Disclosure of Invention
The invention aims to provide a large-scale cultivation method for promoting the growth of hybrid orchid dragon roots and suitable for industrial production.
The cultivation method of hybrid orchid dragon roots comprises the following steps:
a. picking up capsules of hybrid orchid dragon roots growing for 5-6 months after pollination, sterilizing, cutting the capsules, taking out seeds, scattering the seeds into a sowing culture medium, and culturing in a dark place for germination; the seeding culture medium contains 0.5mg of 6-BA, 0.2mg of NAA, 30g of cane sugar and 7g of agar per liter, and the balance is 1/2MS culture medium with the pH value of 5.6-5.8;
b. inoculating the germinated dragon roots into a differentiation culture medium for bud differentiation culture, wherein each liter of the differentiation culture medium contains 2.0mg of 6-BA, 0.2mg of NAA, 30g of cane sugar, 7g of agar and 0.5g of active carbon, the balance is 1/2MS culture medium, and the pH value is 5.6-5.8;
c. transferring the differentiated buds into a strong seedling rooting culture medium for culturing to obtain rooted seedlings; the strong seedling rooting culture medium contains 1mg of NAA, 2g of peptone, 100g of banana, 30g of cane sugar, 8g of agar and 0.5g of active carbon per liter, and the balance is a Huabao No. 1 culture medium with the pH value of 5.6-5.8;
d. the rooted seedling is transplanted to a substrate after seedling training and disinfection, is watered thoroughly, and is then cultured on a light and tide integrated automatic culture frame, wherein the parameters of the culture frame are set as follows:
the tidal time is: adding water for 5min, soaking for 1min, and removing water for 1min, and adding water once every 4 days;
the illumination is set as follows: blue light illumination intensity: the red light illumination intensity is 3:1, total light intensity of 45 [ mu ] mol · m -2 ·s -1 The photoperiod is 12h/d, the blue light is the blue light with the wavelength of 450-480 nm, and the red light is the red light with the wavelength of 630 nm;
the fan sets up as: the air is blown for 10min at an interval of 5min, and the air is circulated in sequence.
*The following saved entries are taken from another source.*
//! Updates of the review queue: the selected suspect or episode, accepting and dismissing.

#[allow(clippy::wildcard_imports)]
// the parent's imports and helpers, as one module split by screen
use super::*;

/// After the review cursor moved: show the item's sample with its reading highlighted, or the
/// series around a suspect record.
pub(crate) fn follow_review(state: &mut AppState) -> Vec<Effect> {
    let Some(item) = state.review_item().cloned() else {
        return Vec::new();
    };
    match item.suspect {
        Suspect::Reading {
            reading_id,
            sample_id,
            ..
        } => {
            let effects = select_sample(state, sample_id);
            if let Some(pos) = state
                .detail
                .ready()
                .and_then(|d| d.readings.iter().position(|r| r.id == reading_id))
            {
                state.reading = pos;
            }
            effects
        }
        Suspect::Record {
            site,
            depth_cm,
            sensor_id,
            time,
            ..
        } => {
            let request = SeriesRequest {
                site,
                depth_cm,
                sensor_id: sensor_id.clone(),
                window: Some((time - AROUND_S, time + AROUND_S)),
                columns: series_columns(state),
                mark: Some((sensor_id, time)),
            };
            state.review.series_wanted = Some(request.clone());
            vec![Effect::LoadSeries(request)]
        }
    }
}

pub(super) fn on_review(state: &mut AppState, action: &Action) -> Vec<Effect> {
    let len = state.review.items.len();
    if let Some(cursor) = moved(state, state.review.cursor, len, action) {
        state.review.cursor = cursor;
        return follow_review(state);
    }
    if let Some(effects) = crate::tui::episodes::on_review(state, action) {
        return effects;
    }
    match action {
        Action::Accept | Action::Dismiss if refuse_while_fitting(state) => Vec::new(),
        Action::Accept | Action::Dismiss => {
            if let Some(item) = state.review_item().cloned() {
                let accept = *action == Action::Accept;
                let mut effects = vec![Effect::DecideFlag {
                    flag_id: item.flag_id,
                    target: item.target(),
                    accept,
                }];
                // An accepted reading leaves the fit stale: refit its sample at once, after the
                // decision is written (effects run in order).
                if let (
                    true,
                    Suspect::Reading {
                        sample_id, sample, ..
                    },
                ) = (accept, &item.suspect)
                    && let Some(site) = site_of_sample(state, *sample_id)
                {
                    effects.extend(submit_fit(
                        state,
                        FitScope::Sample {
                            id: *sample_id,
                            code: sample.clone(),
                            site,
                        },
                    ));
                }
                effects
            } else {
                state.say(Tone::Info, "nothing to review");
                Vec::new()
            }
        }
        Action::Open => match state.review_item().map(|i| i.suspect.clone()) {
            Some(Suspect::Reading { sample_id, .. }) => {
                let effects = open_in_browser(state, sample_id);
                state.focus = Pane::Readings;
                effects
            }
            Some(Suspect::Record {
                site,
                sensor_id,
                time,
                ..
            }) => show_series(
                state,
                site,
                Some(SensorPick::Sensor(sensor_id.clone())),
                Some((time - AROUND_S, time + AROUND_S)),
                Some((sensor_id, time)),
            ),
            None => Vec::new(),
        },
        Action::Back => {
            state.screen = Screen::Browse;
            follow_tree(state)
        }
        _ => Vec::new(),
    }
}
Preferably, the sterilization of step a comprises the following steps: soaking capsule in 70% ethanol water solution for 60s, washing with sterile water, and adding HgCl with mass fraction of 0.1% 2 Soaking in the water solution for 15min, washing with sterile water for 3-5 times, and drying with sterile filter paper.
Preferably, the culture conditions in step a are as follows: 24 +/-1 ℃ and 50-60% of relative humidity.
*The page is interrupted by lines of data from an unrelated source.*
//! Updates of the depth view: a site's layers and samples, the root-zone depth, opening a
//! sample in the browser.

#[allow(clippy::wildcard_imports)]
// the parent's imports and helpers, as one module split by screen
use super::*;

pub(super) fn show_depth(state: &mut AppState, site: String) -> Vec<Effect> {
    if state.depth.site.as_deref() != Some(site.as_str()) {
        state.depth.cursor = 0;
        state.depth.data = None;
    }
    state.depth.site = Some(site.clone());
    state.screen = Screen::Depth;
    vec![Effect::LoadDepth {
        site,
        root_zone_cm: state.depth.root_zone_cm,
    }]
}

pub(super) fn on_depth(state: &mut AppState, action: &Action) -> Vec<Effect> {
    let len = state.depth.data.as_ref().map_or(0, |d| d.rows.len());
    if let Some(cursor) = moved(state, state.depth.cursor, len, action) {
        state.depth.cursor = cursor;
        return Vec::new();
    }
    match action {
        Action::Left | Action::Right => {
            let sites = &state.tree.sites;
            if sites.is_empty() {
                return Vec::new();
            }
            let at = state
                .depth
                .site
                .as_ref()
                .and_then(|c| sites.iter().position(|s| s.code == *c))
                .unwrap_or(0);
            let step: isize = if *action == Action::Left { -1 } else { 1 };
            let next = (at as isize + step).rem_euclid(sites.len() as isize) as usize;
            let code = sites[next].code.clone();
            show_depth(state, code)
        }
        Action::DeeperRootZone | Action::ShallowerRootZone => {
            let delta = if *action == Action::DeeperRootZone {
                ROOT_ZONE_STEP
            } else {
                -ROOT_ZONE_STEP
            };
            state.depth.root_zone_cm =
                (state.depth.root_zone_cm + delta).clamp(ROOT_ZONE_RANGE.0, ROOT_ZONE_RANGE.1);
            state.say(
                Tone::Info,
                format!("available water summed to {} cm", state.depth.root_zone_cm),
            );
            match state.depth.site.clone() {
                Some(site) => show_depth(state, site),
                None => Vec::new(),
            }
        }
        Action::Open => {
            let Some(id) = state
                .depth
                .data
                .as_ref()
                .and_then(|d| d.rows.get(state.depth.cursor))
                .map(|r| r.sample_id)
            else {
                return Vec::new();
            };
            open_in_browser(state, id)
        }
        Action::Back => {
            state.screen = Screen::Browse;
            follow_tree(state)
        }
        _ => Vec::new(),
    }
}

pub(super) fn open_in_browser(state: &mut AppState, sample_id: i64) -> Vec<Effect> {
    state.screen = Screen::Browse;
    state.focus = Pane::Tree;
    if !state.tree.filter.is_empty() && state.tree.sample(sample_id).is_some() {
        state.tree.filter.clear();
    }
    state.tree.reveal(sample_id);
    select_sample(state, sample_id)
}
Preferably, the culture conditions in step b are: 24 +/-1 ℃, and illumination intensity of 45 mu mol.m -2 ·s -1 Photoperiod 16h/d.
Preferably, the culture conditions in step c are as follows: illumination intensity of 45 μmol/m at 25 DEG C -2 ·s -1 The photoperiod is 12h/d.
Preferably, the sterilization of step d comprises the following steps: taking out the rooted seedlings, washing the culture medium at the roots, and soaking the rooted seedlings in 0.1 mass percent potassium permanganate aqueous solution for 5min.
Preferably, the substrate of step d is prepared by mixing bark: coconut husk: perlite is mixed according to a volume ratio of 1:1:1 mixing to prepare the product.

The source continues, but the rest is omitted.